First Half Transaction Amount Already Nears 70% of Last Year's Total
Graph of new supply, vacancy rate, NOC, and transaction volume by region in the Seoul office market for the second quarter of 2025. Provided by Al Square
[Financial News] As the Seoul office market enters a full recovery trend, it has been found that the Yeouido Business District (YBD) recorded the lowest vacancy rate and the highest rent increase rate in Seoul simultaneously.
On the 4th, according to the 'Seoul Office, Signal of Selective Recovery' report for the second quarter of 2025 published by the big data department of the comprehensive commercial service company Al Square, the average vacancy rate in major office districts remained stable, and rents steadily increased, focusing on prime assets.
In particular, the recovery of lease demand centered on large offices was prominent in key districts such as Yeouido, Gangnam (GBD), and downtown (CBD).
The recovery trend in the transaction market is also clear. The cumulative transaction amount for the first half has already reached 70% of last year's total, and in some districts, there have been cases of record-breaking prices per 3.3㎡.
Meanwhile, as supply has almost stopped, the recovery of lease demand showed a 'qualitative concentration' trend. In the case of the Yeouido district, it is interpreted as a result of stable demand centered on the financial industry and accelerated movement to prime offices.
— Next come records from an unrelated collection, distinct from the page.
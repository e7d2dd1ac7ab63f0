import { z } from "zod";
import { listDatasetEpisodes } from "@/db/queries/datasets";
import { json, readParams, route, uuidParam } from "@/lib/server/route";
import { requireActor } from "@/lib/server/auth-request";
import { authorizeProject } from "@/lib/server/permissions";
import { datasetMembership, loadDataset } from "@/lib/server/datasets/load";

const params = z.object({ datasetId: uuidParam });

/** GET /api/v1/datasets/:datasetId/episodes — one row per audited episode (verdict, frames, duration, worst finding). */
export const GET = route(async (request, context) => {
  const { datasetId } = await readParams(context, params);
  const actor = await requireActor(request);
  const found = await loadDataset(actor, datasetId);
  authorizeProject(datasetMembership(found), "dataset:read");
  return json({ episodes: await listDatasetEpisodes({ datasetId, userId: actor.userId }) });
});
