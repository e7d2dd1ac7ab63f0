// Launches Debian's Chromium through playwright-core with the flags that work on these
// machines (software WebGL through SwiftShader; no background networking), and a throw-away
// profile and HOME so nothing is written to the real home folder.
import { mkdtempSync, mkdirSync, rmSync } from "node:fs";
import { tmpdir } from "node:os";
import { join } from "node:path";
import { chromium, type Browser, type BrowserContext, type Page } from "playwright-core";

export const baseUrl = process.env.JP_TEST_BASE_URL ?? `http://127.0.0.1:${process.env.JP_TEST_PORT ?? 3100}`;
export const screenshotDir = join(process.cwd(), ".data", "test", "screenshots");

export interface BrowserSession {
  browser: Browser;
  context: BrowserContext;
  page: Page;
  /** Console errors and page errors seen so far. */
  errors: string[];
  close(): Promise<void>;
}

export async function openBrowser(): Promise<BrowserSession> {
  const home = mkdtempSync(join(tmpdir(), "jp-chromium-"));
  for (const d of ["config", "cache", "data"]) mkdirSync(join(home, d));
  const browser = await chromium.launch({
    executablePath: process.env.CHROMIUM_PATH ?? "/usr/bin/chromium",
    headless: true,
    args: [
      "--no-sandbox",
      "--disable-gpu",
      "--disable-quic",
      "--no-first-run",
      "--disable-background-networking",
      "--disable-component-update",
      "--disable-sync",
    ],
    env: {
      ...process.env,
      HOME: home,
      XDG_CONFIG_HOME: join(home, "config"),
      XDG_CACHE_HOME: join(home, "cache"),
      XDG_DATA_HOME: join(home, "data"),
    },
  });
  const context = await browser.newContext({
    baseURL: baseUrl,
    viewport: { width: 1280, height: 800 },
    acceptDownloads: true,
  });
  const page = await context.newPage();
  const errors: string[] = [];
  page.on("console", (msg) => {
    if (msg.type() === "error") errors.push(msg.text());
  });
  page.on("pageerror", (err) => errors.push(err.message));
  mkdirSync(screenshotDir, { recursive: true });
  return {
    browser,
    context,
    page,
    errors,
    async close() {
      await browser.close();
      rmSync(home, { recursive: true, force: true });
    },
  };
}
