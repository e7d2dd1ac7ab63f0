/**
 * The safety caution, in one place, shown wherever a plan leaves Jointproof:
 * exports, copied commands, the API reference, the README (which carries its own copy).
 */
export const SAFETY_SHORT =
  "A passing check is a prediction from a model of the arm, not a promise that a motion is safe.";

export const SAFETY_POINTS: readonly string[] = [
  "Clamp the arm firmly to its table before it moves.",
  "Clear the workspace of people and loose objects.",
  "Keep the emergency stop within reach for every run.",
  "Run every new plan first at reduced speed.",
  "Make sure the arm model matches the hardware, including the tool it carries: the two tool variants weigh differently.",
  "Follow your lab's safety rules, the arm maker's instructions, the applicable standards (such as ISO 10218 for robot safety) and local codes; they take precedence over anything Jointproof says.",
];

export const SAFETY_TEXT = `${SAFETY_SHORT} Jointproof predicts controller faults and collisions; it cannot see the real arm. Before running a plan on hardware: ${SAFETY_POINTS.join(" ")}`;
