/**
 * The timed-replay findings of a valid recording (see {@link episodeProblems}), sorted by frame,
 * then joint (gaps first), then kind.
 */
export function replayFindings(arm: Arm, recording: Recording): ReplayFinding[] {
  const { count, jointCount: n, timeS, position } = recording;
  const ratio = arm.cautionRatio;
  const tol = 1 + limitTolerance;
  const found: ReplayFinding[] = [];

  // gap: a step longer than 1.5 × the median step
  const median = medianStepS(timeS, count);
  const gapLimit = gapFactor * median;
  for (let k = 1; k < count; k++) {
    const dt = timeS[k] - timeS[k - 1];
    if (dt > gapLimit * tol) found.push(gapFinding(k, timeS, dt, median, gapLimit));
  }

  for (let j = 0; j < n; j++) {
    const joint = arm.joints[j];
    const v = joint.maxVelocity;
    const speedFault = v * tol;
    const speedCaution = ratio * v * tol;
    const min = joint.min;
    const max = joint.max;
    // range run: first frame (−1 closed) and farthest value
    let rangeStart = -1;
    let rangeWorst = 0;
    let rangeDepth = 0;
    // speed run: first frame (−1 closed), worst speed, fault seen
    let speedStart = -1;
    let speedWorst = 0;
    let speedIsFault = false;
    const closeSpeed = (end: number) => {
      found.push(speedFinding(arm, j, speedStart, end, timeS, speedWorst, speedIsFault ? "fault" : "caution"));
      speedStart = -1;
    };
    for (let k = 0; k < count; k++) {
      const q = position[k * n + j];
      // range: the frame within travel (equal to a bound passes)
      if (q < min || q > max) {
        const depth = q < min ? min - q : q - max;
        if (rangeStart < 0) {
          rangeStart = k;
          rangeWorst = q;
          rangeDepth = depth;
        } else if (depth > rangeDepth) {
          rangeWorst = q;
          rangeDepth = depth;
        }
      } else if (rangeStart >= 0) {
        found.push(rangeFinding(arm, j, rangeStart, k - 1, timeS, rangeWorst));
        rangeStart = -1;
      }
      if (k === 0) continue;
      const dt = timeS[k] - timeS[k - 1];
      const dq = q - position[(k - 1) * n + j];
      const step = Math.abs(dq);
      // speed-over: backward difference |Δq|/Δt against maxVelocity, compared as |Δq| > v·Δt
      if (step <= speedCaution * dt) {
        if (speedStart >= 0) closeSpeed(k - 1);
        continue;
      }
      const fault = step > speedFault * dt;
      if (fault && k <= count - 2) {
        // glitch: this step and the next are speed faults of opposite sign, and frame k−1 and k+1 agree
        const qNext = position[(k + 1) * n + j];
        const dqNext = qNext - q;
        const dtNext = timeS[k + 1] - timeS[k];
        const agree = Math.abs(qNext - position[(k - 1) * n + j]) <= speedFault * (timeS[k + 1] - timeS[k - 1]);
        if (agree && dq * dqNext < 0 && Math.abs(dqNext) > speedFault * dtNext) {
          if (speedStart >= 0) closeSpeed(k - 1);
          const speed = Math.max(step / dt, Math.abs(dqNext) / dtNext);
          found.push(glitchFinding(arm, j, k, timeS, speed, q, position[(k - 1) * n + j], qNext));
          // frame k+1: its range is still checked; its step belongs to this glitch
          const q1 = qNext;
          if (q1 < min || q1 > max) {
            const depth = q1 < min ? min - q1 : q1 - max;
            if (rangeStart < 0) {
              rangeStart = k + 1;
              rangeWorst = q1;
              rangeDepth = depth;
            } else if (depth > rangeDepth) {
              rangeWorst = q1;
              rangeDepth = depth;
            }
          } else if (rangeStart >= 0) {
            found.push(rangeFinding(arm, j, rangeStart, k, timeS, rangeWorst));
            rangeStart = -1;
          }
          k++;
          continue;
        }
      }
      const speed = step / dt;
      if (speedStart < 0) {
        speedStart = k;
        speedWorst = speed;
        speedIsFault = fault;
      } else {
        if (speed > speedWorst) speedWorst = speed;
        if (fault) speedIsFault = true;
      }
    }
    if (rangeStart >= 0) found.push(rangeFinding(arm, j, rangeStart, count - 1, timeS, rangeWorst));
    if (speedStart >= 0) closeSpeed(count - 1);
  }
  found.sort(
    (a, b) =>
      a.sample - b.sample ||
      (a.joint ?? -1) - (b.joint ?? -1) ||
      findingKinds.indexOf(a.kind) - findingKinds.indexOf(b.kind),
  );
  return found;
}
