const researcher = demoPeople.find((p) => p.role === "researcher")!;
// The test works in a project of its own (created through the dashboard), so other tests' data stays as seeded.
const project = { id: "", name: `Bench tuning ${Date.now().toString(36)}` };
const outDir = join(process.cwd(), ".data", "test", "workspace");
const stamp = Date.now().toString(36);
const n = armL.joints.length;
const pose = (...v: number[]) => Array.from({ length: n }, (_, j) => v[j] ?? 0);

/** The plan the test pastes into the bench: Move 2 (`moves[1]`) swings the base 1.2 rad in 2 s. */
const moves = [
  { goal: pose(0, -0.2, 1.0, 0.6), duration: 1.5, shape: "quintic" },
  { goal: pose(1.2, -0.2, 1.0, 0.6), duration: 2, shape: "quintic" },
  { goal: pose(1.2, 0.3, 0.7, 0.4, 0, 0, 0.015), duration: 1.2, shape: "cubic" },
  { goal: pose(0, 0, 0.8, 0.5), duration: 2, shape: "trapezoid" },
];

/** Signs in through the sign-in page, arriving there the way a new visitor does: redirected from /projects. */
async function signIn(page: Page, email: string, password: string) {
  await page.goto("/projects");
  await page.waitForURL(/\/sign-in\?callbackUrl=%2Fprojects/);
  await page.getByLabel("E-mail").fill(email);
  await page.getByLabel("Password").fill(password);
  await page.getByRole("button", { name: "Sign in", exact: true }).click();
  await page.waitForURL(/\/projects$/);
  const me = await page.request.get("/api/v1/me");
  expect(me.status()).toBe(200);
}

async function speedFaults(page: Page): Promise<number> {
  return page.getByRole("button", { name: /^Fault: Speed over limit, base, move 2\./ }).count();
}
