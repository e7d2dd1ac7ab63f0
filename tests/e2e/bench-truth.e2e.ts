/**
 * The bench and the review walked as a student and an instructor would, in Chromium against the
 * production server (issue 11 items 3, 6, 7, 8, 9, 10; issue 15 item 10): every verdict, fix button,
 * approval and notice the user sees must tell the truth. A screenshot is taken at each step
 * (.data/test/screenshots/bench-truth-*.png).
 *
 * The student is the demo's enrolled student (db/demo.ts); the test works on plans of its own in her
 * personal project, so the seeded plans stay as they are. Expectations about verdicts are read from
 * the engine itself (`check`), run here in Node on the same plan the bench gets.
 *
 * The mail fake and worker are those of `npm test` when it runs them; otherwise this test starts its
 * own, as tests/e2e/review.e2e.ts does.
 */
import { spawn, type ChildProcess } from "node:child_process";
import { mkdtempSync } from "node:fs";
import { tmpdir } from "node:os";
import path from "node:path";
import type { BrowserContext, Page } from "playwright-core";
import { afterAll, beforeAll, describe, expect, it } from "vitest";
import { demoCourse, demoPeople, demoProjects } from "@/db/demo";
import armH from "@/kinematics/arm/presets/bench-arm-h.json";
import armL from "@/kinematics/arm/presets/bench-arm-l.json";
import { check, parsePlan, type Plan } from "@/kinematics";
import { tightenArm } from "@/lib/shared/courses/rules";
import { readFakeMailbox, startFakeSmtp, type FakeMessage, type FakeSmtp } from "@/scripts/fakes/smtp";
import { baseUrl, openBrowser, screenshotDir, type BrowserSession } from "./browser";
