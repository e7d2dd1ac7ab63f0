import { z } from "zod";
import { listProjectAudit } from "@/db/queries/audit";
import { json, readParams, route, uuidParam } from "@/lib/server/route";
import { loadProject, membershipOf } from "@/lib/server/loaders";
import { requireActor } from "@/lib/server/auth-request";
import { authorizeProject } from "@/lib/server/permissions";

const params = z.object({ projectId: uuidParam });

/** GET /api/v1/projects/:projectId/audit — the project's audit log, newest first (owners). */
export const GET = route(async (request, context) => {
  const { projectId } = await readParams(context, params);
  const actor = await requireActor(request);
  const project = await loadProject(actor, projectId);
  authorizeProject(membershipOf(project), "audit:read");
  return json({ entries: await listProjectAudit({ projectId, userId: actor.userId }) });
});
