// coverage draws the coverage of the 95% intervals of each estimator and
// coefficient in the first cell.
func (fc *figureContext) coverage() (*figureSpec, error) {
	r := fc.r
	if len(r.Cells) == 0 {
		return nil, nil
	}
	c := r.Cells[0]
	var coefs []string
	var with []Estimator
	var without []string
	for _, e := range c.Estimators {
		has := false
		for _, k := range e.Coefficients {
			if k.Intervals > 0 && finite(float64(k.Coverage.Value)) {
				has = true
				if !slices.Contains(coefs, k.Name) {
					coefs = append(coefs, k.Name)
				}
			}
		}
		if has {
			with = append(with, e)
		} else {
			without = append(without, e.Label)
		}
	}
	if len(with) == 0 {
		return nil, nil
	}
	p := newPlotGrid(false)
	leg := newLegend()
	for i, e := range with {
		st := fc.style(e.Label)
		var pts plotter.XYs
		var lo, hi []float64
		for j, name := range coefs {
			for _, k := range e.Coefficients {
				if k.Name != name || k.Intervals == 0 || !finite(float64(k.Coverage.Value)) {
					continue
				}
				v, m := float64(k.Coverage.Value), float64(k.Coverage.MCSE)
				if !finite(m) {
					m = 0
				}
				pts = append(pts, plotter.XY{X: float64(j) + dodge(i, len(with)), Y: v})
				// Coverage lies in [0, 1]; bars are cut there.
				lo = append(lo, v-math.Max(0, v-2*m))
				hi = append(hi, math.Min(1, v+2*m)-v)
			}
		}
		if err := addPoints(p, pts, lo, hi, st); err != nil {
			return nil, err
		}
		legendMarker(leg, e.Label, st)
	}
	l, err := addHLine(p, 0.95, -0.5, float64(len(coefs))-0.5, referenceLine())
	if err != nil {
		return nil, err
	}
	leg.Add("nominal 0.95", l)
	p.NominalX(coefs...)
	p.X.Min, p.X.Max = -0.5, float64(len(coefs))-0.5
	p.Y.Max = math.Max(p.Y.Max, 1)
	p.X.Label.Text = "coefficient"
	p.Y.Label.Text = "coverage of 95% intervals"
	caption := fmt.Sprintf("Share of the 95%% intervals in %s that contain the true coefficient, per estimator and coefficient, with bars of ±2 MCSE (cut at 0 and 1, so where every interval or none covered the bar is one-sided, its length from the Wilson interval). The dotted line is the nominal 0.95.", cellName(r, c))
	if len(without) > 0 {
		caption += " No intervals: " + strings.Join(without, ", ") + "."
	}
	return &figureSpec{title: r.Scenario.Name + ": coverage of 95% intervals", subtitle: cellName(r, c), caption: caption, panels: [][]*plot.Plot{{p}}, legend: leg}, nil
}

// hasSettings reports whether cell c has every one of the given swept
// values.
func hasSettings(c Cell, want []Setting) bool {
	for _, w := range want {
		if v, _ := settingValue(c.Settings, w.Path); v != w.Value {
			return false
		}
	}
	return true
}

// capitalise upper-cases the first letter of an ASCII sentence.
func capitalise(s string) string {
	if s == "" || s[0] < 'a' || s[0] > 'z' {
		return s
	}
	return string(s[0]-'a'+'A') + s[1:]
}
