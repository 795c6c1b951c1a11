package estimators

import (
	"fmt"
	"math"
	"math/rand/v2"

	"gonum.org/v1/gonum/blas/blas64"
	"gonum.org/v1/gonum/stat/distuv"
)

// This file computes least trimmed squares (LTS) regression: the
// coefficients β minimising the sum of the h smallest squared residuals,
// Q(β) = Σ_{i ≤ h} r²_(i)(β). The search is FAST-LTS, after Rousseeuw & Van
// Driessen (2006), "Computing LTS regression for large data sets", Data
// Mining and Knowledge Discovery 12:29-45: random elemental starts, a few
// concentration steps (C-steps) on each, then C-steps to a fixed point on the
// best few. The estimator itself is Rousseeuw (1984), "Least median of
// squares regression", JASA 79:871-880 (from memory). Above NestedMinRows
// rows the starts are made in nested blocks of the data (nested.go), as the
// published algorithm does for large n; the final concentration uses all
// rows.

// Default values of ltsSettings, used where a field is zero.
const (
	// ltsDefaultKeep is the number of candidates carried to full
	// concentration.
	ltsDefaultKeep = 10
	// ltsDefaultCSteps is the number of C-steps applied to every start
	// before the candidates are ranked.
	ltsDefaultCSteps = 2
	// ltsDefaultMaxSteps caps the C-steps of each kept candidate.
	ltsDefaultMaxSteps = 100
	// ltsAttemptsPerSubset bounds the draws: at most this many times
	// Subsets draws are made while looking for starts of full rank.
	ltsAttemptsPerSubset = 50
)

// ltsConsistency returns the factor c that makes sqrt(Q/h)·c consistent for
// σ at the normal model when a fraction alpha = h/n of the residuals is
// kept: c = 1/sqrt(E[Z² | |Z| ≤ q]) with q = Φ⁻¹((1+α)/2), where
// E[Z² | |Z| ≤ q] = (1/α)∫_{−q}^{q} z²φ(z) dz = (α − 2qφ(q))/α (common
// practice). No small-sample correction is applied. For alpha ≥ 1 nothing is
// trimmed and c = 1.
func ltsConsistency(alpha float64) float64 {
	if alpha >= 1 {
		return 1
	}
	q := distuv.UnitNormal.Quantile((1 + alpha) / 2)
	m2 := (alpha - 2*q*distuv.UnitNormal.Prob(q)) / alpha
	return 1 / math.Sqrt(m2)
}

// ltsSettings are the knobs of FAST-LTS; zero values mean the documented
// defaults.
type ltsSettings struct {
	H        int // observations kept; 0 means ⌊(n+p+1)/2⌋ (maximal breakdown point)
	Subsets  int // random elemental starts; 0 means ElementalSubsets(p)
	Keep     int // best candidates carried to full concentration; 0 means 10
	CSteps   int // concentration steps applied to every start before selecting; 0 means 2
	MaxSteps int // cap on concentration steps for the kept candidates; 0 means 100
}

// withDefaults returns s with zero fields replaced by their defaults for an
// n×p problem.
func (s ltsSettings) withDefaults(n, p int) ltsSettings {
	if s.H == 0 {
		s.H = Resampling{}.LTSKeep(n, p)
	}
	if s.Subsets == 0 {
		s.Subsets = ElementalSubsets(p)
	}
	if s.Keep == 0 {
		s.Keep = ltsDefaultKeep
	}
	if s.CSteps == 0 {
		s.CSteps = ltsDefaultCSteps
	}
	if s.MaxSteps == 0 {
		s.MaxSteps = ltsDefaultMaxSteps
	}
	return s
}

// check reports an error if s, with its defaults filled in, does not suit an
// n×p problem: H must lie in [p, n] and the counts must be positive.
func (s ltsSettings) check(n, p int) error {
	if p < 1 || n < p {
		return fmt.Errorf("LTS needs at least as many rows as columns and one column, have %d×%d", n, p)
	}
	d := s.withDefaults(n, p)
	switch {
	case d.H < p || d.H > n:
		return fmt.Errorf("LTS keeps h = %d observations; h must lie between p = %d and n = %d", d.H, p, n)
	case d.Subsets < 1:
		return fmt.Errorf("LTS subsets %d must be ≥ 0 (0 means the default)", s.Subsets)
	case d.Keep < 1:
		return fmt.Errorf("LTS keep %d must be ≥ 0 (0 means the default)", s.Keep)
	case d.CSteps < 1:
		return fmt.Errorf("LTS C-steps %d must be ≥ 0 (0 means the default)", s.CSteps)
	case d.MaxSteps < 1:
		return fmt.Errorf("LTS step cap %d must be ≥ 0 (0 means the default)", s.MaxSteps)
	}
	return nil
}

// ltsWork holds the buffers of the LTS solver; zero value ready; grows to the
// largest shape seen.
type ltsWork struct {
	n, p, h int

	idx    []int     // n, row indices permuted by the partial Fisher–Yates draws
	rows   []int     // n+1, the rows of lw.cur in order (subsetRows)
	cur    []bool    // n, membership of the current h-subset
	prev   []bool    // n, membership of the previous h-subset
	r2     []float64 // n, squared residuals
	sel    []float64 // n, a copy of r2 reordered by the selection
	qa     []float64 // n×p, column-major rows of a QR fit
	qy     []float64 // n, right-hand side of a QR fit
	rdiag  []float64 // p, diagonal of R of a QR fit
	cscale []float64 // p, column scales of a QR fit
	gr     []float64 // p×p, R of the rows of a start (row-major upper triangle)
	gz     []float64 // p, the row being rotated into gr, then scratch
	gss    []float64 // p, column sums of squares of the rows in gr
	trial  []float64 // p, coefficients of a refit

	nKept    int       // candidates held in candObj and candBeta
	candObj  []float64 // keep, objectives of the candidates, ascending
	candBeta []float64 // keep×p, their coefficients
	candSt   []Status  // keep, how each kept candidate's concentration ended

	lastT float64 // the h-th smallest squared residual of the last evaluate, 0 if none
	// Refits by updated normal equations, for large n (refitGram).
	useGram     bool      // refit updates the normal equations instead of QR
	gramOK      bool      // gram and gy hold the sums over the rows of gset
	gramUpdates int       // updates since gram was last summed afresh
	gram        []float64 // p×p, Σ x_i x_iᵀ over gset (upper triangle)
	gy          []float64 // p, Σ x_i y_i over gset
	gset        []bool    // n, the rows summed in gram
	gm          []float64 // p×p, scratch for the factor

	nest *nestedWork // nested subsampling for large n, also for S (nested.go)
	col  *colWork    // columns and their products for the searches (colkernel.go)
	sc   *colWork    // col while starts runs on the design it holds, else nil

	start ltsStartWork // C-steps of the starts by normal equations (ltsstart.go)
}

// reserve sizes the buffers for an n×p problem keeping h rows and up to keep
// candidates.
func (lw *ltsWork) reserve(n, p, h, keep int) {
	lw.n, lw.p, lw.h = n, p, h
	grow(&lw.idx, n)
	grow(&lw.rows, n+1)
	grow(&lw.cur, n)
	grow(&lw.prev, n)
	grow(&lw.r2, n)
	grow(&lw.sel, n)
	grow(&lw.qa, n*p)
	grow(&lw.qy, n)
	for _, s := range []*[]float64{&lw.rdiag, &lw.cscale, &lw.gz, &lw.gss, &lw.trial} {
		grow(s, p)
	}
	grow(&lw.gr, p*p)
	grow(&lw.candObj, keep)
	grow(&lw.candBeta, keep*p)
	grow(&lw.candSt, keep)
	lw.nKept = 0
	lw.lastT = 0
	lw.useGram, lw.gramOK = false, false
	lw.start.redone, lw.start.refitted, lw.start.resolved = 0, 0, 0
}

// reserveGram sizes the buffers of refitGram and turns it on.
func (lw *ltsWork) reserveGram() {
	n, p := lw.n, lw.p
	if cap(lw.gram) < p*p {
		lw.gram, lw.gm = make([]float64, p*p), make([]float64, p*p)
	}
	if cap(lw.gy) < p {
		lw.gy = make([]float64, p)
	}
	if cap(lw.gset) < n {
		lw.gset = make([]bool, n)
	}
	lw.gram, lw.gm, lw.gy, lw.gset = lw.gram[:p*p], lw.gm[:p*p], lw.gy[:p], lw.gset[:n]
	lw.useGram, lw.gramOK = true, false
}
In the Gangnam district, the demand for large offices in the IT, tech, and gaming industries was solid. The relocation and expansion of big tech and foreign IT companies, as well as high-growth mid-sized companies, continued, and vacancies in super-large offices were quickly resolved. On the other hand, small and medium-sized assets showed simultaneous rent declines and vacancy accumulation.
The Gwanghwamun and Jung-gu areas in the CBD also saw steady new leases centered on prime assets. On the other hand, in small and medium-sized old assets, vacancy increases due to reconstruction and relocation were confirmed.
Jin Wonchang, head of the big data department, said, "The investment recovery in the Seoul office market in 2025 is significant not just as a recovery of transaction volume, but as a recovery of trust in the market," adding, "The diversification of buyers and selective concentration of assets rather show the strength of the market."
In the second half, the 'response strategy for small and medium-sized assets' is expected to be crucial. Jin said, "Without active responses such as asset upgrades, fit-out strategies, conversion to shared offices, and rebranding, long-term vacancies and value declines may occur simultaneously," predicting that "ultimately, the strategic capabilities of asset owners will be the key factors distinguishing profitability and vacancy rates."